Tracey Winbush, the vice chair of the Mahoning County Republican Party, offered a measure of disgust with Senate majority’s decision to craft an unpassable bill and failing to seek support from Democrats (whom she separately scorns as being obstructionist).

“It’s not the Republicans who really put [Trump] in office,” Winbush said. “There is nothing wrong with having bipartisan input on a bill. We’re not going to burn down the whole country because we don’t have a super majority.”

Winbush, over dinner at the Springfield Grille, a popular steak joint, pulled out her smartphone and pointed to a recent story that the state’s largest Medicaid managed care provider is set to cut ties with the Cleveland Clinic, a speciality hospital that serves many in northeastern Ohio.

“It would be devastating,” she said, if the poor or disabled were unable to access care at Cleveland Clinic. She says she believes Trump would agree.

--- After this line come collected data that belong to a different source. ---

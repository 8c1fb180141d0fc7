"""Peaks and depressions: what one realisation contributes, and the streaming means.

For realisation ``i`` the DEM is perturbed, its persistence pairs computed,
and every pair whose persistence is at or above the (possibly jittered)
threshold credits its weight to its birth cell (summit / pit) and its death
cell (key col / spill point). Weight is the persistence (prominence or
depth) or 1 (count mode); the essential peak is credited its elevation minus
the base. A realisation's contribution is *sparse*, so the per-realisation
output is a compact **pair log** (:data:`LOG_FIELDS`, 21 bytes per logged pair
on grids below 2**31 cells) plus, for depressions, ponding counts added in
place.

Credit layers are streaming means with standard errors, accumulated from the
log strictly in realisation order, so the float sums are the same whatever
the number of workers or how realisations were split among them; count
layers are integers and exact in any order.

Standard error of a layer: ``sqrt((mean(x^2) - mean(x)^2) / N)``, which for a
proportion is the Monte Carlo standard error sqrt(p(1-p)/N).

Memory in the accumulating process: 2 x 2 float64 moments + 1 int32 count
(+ 1 int32 ponding count for depressions) + scratch (int32 + float64) =
48-52 bytes per cell.
"""

from __future__ import annotations

import dataclasses
import math
from dataclasses import dataclass

import numpy as np
from numba import njit

from .. import defaults
from ..dem import Dem
from ..engine.persistence import count_ponding, pairs, pits_and_levels
from ..errors import CheckpointError, OptionError
from ..layers import layer_name, layers_of
from ..noise import ErrorModel, ErrorSampler, Kernel, realisation_rng

__all__ = ["KINDS", "LOG_FIELDS", "WEIGHTS", "CreditJob", "CreditAccumulator", "realise",
           "log_weights", "concat_logs", "proportion"]

KINDS = ("peaks", "depressions")
FILTRATION = {"peaks": "peaks", "depressions": "pits"}  # the engine's name for each kind
LOG_FIELDS = ("real", "birth", "death", "birth_value", "death_value", "edge_limited")
WEIGHTS = ("persistence", "count")


@dataclass(frozen=True)
class CreditJob:
    """What a peaks or depressions realisation counts and how it weighs it.

    ``None`` settings take the library defaults (:mod:`terrain.defaults`)
    when the run resolves the job against its DEM and error model.

    Attributes
    ----------
    kind : {"peaks", "depressions"}
    threshold : float, optional
        Minimum prominence (peaks) or depth (depressions) of a counted pair,
        and the minimum ponding depth. Default: 3 x RMSE.
    threshold_jitter : float
        Standard deviation of the threshold: each realisation draws its own
        from the error model's kernel centred on ``threshold`` (clipped at
        0); 0 = a fixed threshold.
    weight : {"persistence", "count"}
    connectivity : {8, 4}
    base : float, optional
        Level the essential peak's prominence is measured to. Default: the
        lowest valid cell (peaks only).
    """

    kind: str
    threshold: float | None = None
    threshold_jitter: float = 0.0
    weight: str = "persistence"
    connectivity: int = 8
    base: float | None = None
    from_defaults: tuple = ()

    def __post_init__(self):
        if self.kind not in KINDS:
            raise OptionError(f"{{kind}} must be one of {', '.join(KINDS)}, got {self.kind!r}",
                              "kind")
        if self.weight not in WEIGHTS:
            raise OptionError(f"{{weight}} must be one of {', '.join(WEIGHTS)}, got {self.weight!r}",
                              "weight")
        if self.connectivity not in (4, 8):
            raise OptionError(f"{{connectivity}} must be 8 or 4, got {self.connectivity}",
                              "connectivity")
        for name in ("threshold", "threshold_jitter"):
            v = getattr(self, name)
            if v is not None and not (math.isfinite(v) and v >= 0):
                raise OptionError(f"{{{name}}} must be >= 0 and finite, got {v}", name)
        if self.base is not None and not math.isfinite(self.base):
            raise OptionError(f"{{base}} must be finite, got {self.base}", "base")

    # -- the job interface (terrain.runner.protocols.Job) ---------------------------
    @property
    def name(self) -> str:
        return self.kind

    @property
    def layers(self) -> tuple[str, ...]:
        return tuple(s.name for s in layers_of(self.kind))

    def _defaulted(self) -> tuple[str, ...]:
        names = ("threshold", "base") if self.kind == "peaks" else ("threshold",)
        return tuple(n for n in names if getattr(self, n) is None or n in self.from_defaults)

    def resolved(self, dem: Dem, model: ErrorModel) -> CreditJob:
        """This job with every ``None`` setting replaced by its library default
        (resolving twice changes nothing)."""
        return dataclasses.replace(
            self, threshold=defaults.cutoff(self.threshold, model.rmse),
            base=defaults.base_level(self.base, dem) if self.kind == "peaks" else None,
            from_defaults=self._defaulted())

    def defaults_used(self) -> dict:
        """The settings left to library defaults, with the rule each follows."""
        return {n: defaults.RULES[n] for n in self._defaulted()}

    def describe(self) -> dict:
        d = dataclasses.asdict(self)
        d.pop("from_defaults")
        return {"job": self.kind, **d}

    def new_counts(self, n_cells: int) -> dict:
        """Integer per-cell counts a worker adds to (exact in any order)."""
        return {"ponding": np.zeros(n_cells, np.int32)} if self.kind == "depressions" else {}

    def realise(self, z, sampler, seed, i, counts) -> dict:
        return realise(z, sampler, self, seed, i, counts.get("ponding"))

    def accumulator(self, n_cells: int) -> CreditAccumulator:
        return CreditAccumulator(n_cells, self)

    def memory_per_cell(self, value_bytes: int) -> tuple[int, int]:
        """Accumulators: 4 float64 moments, 1 int32 count, scratch (float64 +
        int32), + 1 int32 ponding count for depressions. Worker: the DEM copy,
        noise (4), the perturbed copy and the key copy the pairing sorts on,
        basin labels (4), validity (1), ponding counts (4)."""
        parent = 48 + (4 if self.kind == "depressions" else 0)
        return parent, 3 * value_bytes + 13


def realisation_threshold(job: CreditJob, kernel: Kernel, seed: int, i: int) -> float:
    """The threshold of realisation ``i`` (drawn from its own stream when jittered)."""
    if job.threshold_jitter <= 0:
        return job.threshold
    u = float(kernel.sample(realisation_rng(seed, i, 2), 1, np.float64)[0])
    # u has unit bandwidth; scale so the threshold's standard deviation is the jitter
    return max(0.0, job.threshold + u * kernel.halfwidth(job.threshold_jitter))


def realise(z: np.ndarray, sampler: ErrorSampler, job: CreditJob, seed: int, i: int,
            ponding: np.ndarray | None = None) -> dict:
    """Compute realisation ``i``: perturb, pair, select; return its pair log.

    Parameters
    ----------
    z : (rows, cols) float32 array with NaN on nodata
    sampler : ErrorSampler
    job : CreditJob (resolved)
    seed, i : the run's seed and the realisation index
    ponding : flat int32 array, optional
        For depressions, incremented in place where the cell holds water at
        least the threshold deep after depression filling.

    Returns
    -------
    dict of arrays named :data:`LOG_FIELDS`.
    """
    zi = sampler.draw(seed, i)
    zi += z
    thr = realisation_threshold(job, sampler.kernel, seed, i)
    if job.kind == "peaks":
        p = pairs(zi, kind="peaks", connectivity=job.connectivity)
    else:
        p, zf, valid, lab, level = pits_and_levels(zi, connectivity=job.connectivity)
        if ponding is not None:
            count_ponding(zf, valid, lab, level, thr, ponding)
    keep = p.persistence >= thr
    cell_t = np.int32 if z.size < 2**31 - 1 else np.int64
    return {
        "real": np.full(int(keep.sum()), i, np.int32),
        "birth": p.birth[keep].astype(cell_t),
        "death": p.death[keep].astype(cell_t),
        "birth_value": p.birth_value[keep].astype(np.float32),
        "death_value": p.death_value[keep].astype(np.float32),
        "edge_limited": p.edge_limited[keep],
    }


def concat_logs(logs: list[dict], fields) -> dict:
    """Concatenate per-chunk logs field by field (empty arrays when none)."""
    if not logs:
        return {k: np.empty(0) for k in fields}
    return {k: np.concatenate([g[k] for g in logs]) for k in fields}


def proportion(count: np.ndarray, n: int) -> tuple[np.ndarray, np.ndarray]:
    """Share and its Monte Carlo standard error sqrt(p(1-p)/N)."""
    p = count / max(n, 1)
    return p, np.sqrt(p * (1 - p) / max(n, 1))


def log_weights(log: dict, weight: str, base: float | None) -> np.ndarray:
    """Weight of each logged pair: persistence (essential: elevation - base) or 1."""
    if weight == "count":
        return np.ones(log["birth"].size)
    bv = log["birth_value"].astype(np.float64)
    dv = log["death_value"].astype(np.float64)
    ess = log["death"] < 0
    b = 0.0 if base is None else base
    return np.where(ess, np.maximum(bv - b, 0.0), np.abs(bv - np.where(ess, 0.0, dv)))


@njit(cache=True)
def _accumulate(real, birth, death, w, bsum, bsq, dsum, dsq, bcount, scratch, mark):
    """Add logged pairs, realisation by realisation in the given order.

    Birth cells are unique within a realisation; death cells may repeat (a
    col where several summits die), so their weights are summed per
    realisation before the squares are taken.
    """
    n = real.size
    t = 0
    while t < n:
        r = real[t]
        u = t
        while u < n and real[u] == r:
            u += 1
        for k in range(t, u):
            b = birth[k]
            bsum[b] += w[k]
            bsq[b] += w[k] * w[k]
            bcount[b] += 1
        tag = r + 1
        for k in range(t, u):
            d = death[k]
            if d < 0:
                continue
            if mark[d] != tag:
                mark[d] = tag
                scratch[d] = 0.0
            scratch[d] += w[k]
        for k in range(t, u):
            d = death[k]
            if d >= 0 and mark[d] == tag:
                mark[d] = -tag  # visited once
                dsum[d] += scratch[d]
                dsq[d] += scratch[d] * scratch[d]
        t = u


class CreditAccumulator:
    """Streaming sums for one run's layers, fed in realisation order.

    ``add(log, counts, n)`` folds in the next ``n`` realisations (their log
    entries sorted by realisation, and their summed integer counts).
    """

    _ARRAYS = ("bsum", "bsq", "dsum", "dsq", "bcount")

    def __init__(self, n_cells: int, job: CreditJob):
        self.job = job
        self.n = 0
        self.bsum = np.zeros(n_cells)
        self.bsq = np.zeros(n_cells)
        self.dsum = np.zeros(n_cells)
        self.dsq = np.zeros(n_cells)
        self.bcount = np.zeros(n_cells, np.int32)
        self.ponding = np.zeros(n_cells, np.int32) if job.kind == "depressions" else None
        self._scratch = np.zeros(n_cells)
        self._mark = np.zeros(n_cells, np.int32)
        self.logs: list[dict] = []

    def add(self, log: dict, counts: dict, n: int) -> None:
        w = log_weights(log, self.job.weight, self.job.base)
        _accumulate(log["real"], log["birth"].astype(np.int64), log["death"].astype(np.int64), w,
                    self.bsum, self.bsq, self.dsum, self.dsq, self.bcount, self._scratch, self._mark)
        if counts.get("ponding") is not None and self.ponding is not None:
            self.ponding += counts["ponding"]
        self.logs.append(log)
        self.n += n

    def log(self) -> dict:
        """All logged pairs so far, concatenated."""
        return concat_logs(self.logs, LOG_FIELDS)

    def _moments(self, s, q):
        n = max(self.n, 1)
        m = s / n
        return m, np.sqrt(np.maximum(q / n - m * m, 0.0) / n)

    def layers(self, shape) -> dict[str, tuple[np.ndarray, np.ndarray]]:
        """Each layer's mean and standard error, reshaped to the grid."""
        kind = self.job.kind
        out = {layer_name(kind, "birth_credit"): self._moments(self.bsum, self.bsq),
               layer_name(kind, "death_credit"): self._moments(self.dsum, self.dsq),
               layer_name(kind, "birth_probability"): proportion(self.bcount, self.n)}
        if self.ponding is not None:
            out[layer_name(kind, "ponding_probability")] = proportion(self.ponding, self.n)
        return {k: (m.reshape(shape), e.reshape(shape)) for k, (m, e) in out.items()}

    def stop_statistic(self) -> float:
        """Largest standard error of the summit/pit credit among cells holding
        at least 1% of the top credit (DEM units; NaN before any credit)."""
        m, se = self._moments(self.bsum, self.bsq)
        top = np.nanmax(m) if m.size else 0.0
        if not top > 0:
            return math.nan
        return float(np.nanmax(se[m >= 0.01 * top]))

    # -- checkpoint state ------------------------------------------------------
    def state(self) -> dict:
        st = {"n": np.array(self.n), **{k: getattr(self, k) for k in self._ARRAYS}}
        if self.ponding is not None:
            st["ponding"] = self.ponding
        st.update({f"log_{k}": v for k, v in self.log().items()})
        return st

    def restore(self, st: dict) -> None:
        for k in self._ARRAYS + (("ponding",) if self.ponding is not None else ()):
            if k not in st or st[k].shape != getattr(self, k).shape:
                raise CheckpointError("checkpoint arrays do not match the DEM's size")
            getattr(self, k)[:] = st[k]
        self.n = int(st["n"])
        self.logs = [{k: st[f"log_{k}"] for k in LOG_FIELDS}]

Winbush knows first hand. She’s been diagnosed with multiple sclerosis and has a health plan through her employer. But she likes the safety net.

“Should I ever lose my benefits or lose my job . . .” she said, trailing off.

Steven Glass, the chief financial officer for the Cleveland Clinic, said the hospital hopes to resolve the issue.

He added that 13 percent of its patients are covered through Medicaid.

Even some of the people who helped Trump win the presidency acknowledge that Obamacare has some appeal — a considerable shift given the heated campaign rhetoric.

“Here in Ohio, they want results. And they want something different,” said Rob Scott, who was Donald Trump’s deputy state director in Ohio during the general election and is a city councilman in Kettering, Ohio.

“I’m not saying that people out there, that the ACA has done all bad,” said Scott. “There have been things in it that have done good,” he added, ticking off guaranteed coverage for preexisting conditions and allowing parents to keep their children on their insurance plans.

As a conservative, he wants it erased. But he’s hearing a new theme: “There is an acknowledgment that there have been some things that the ACA has done that are good,” he said.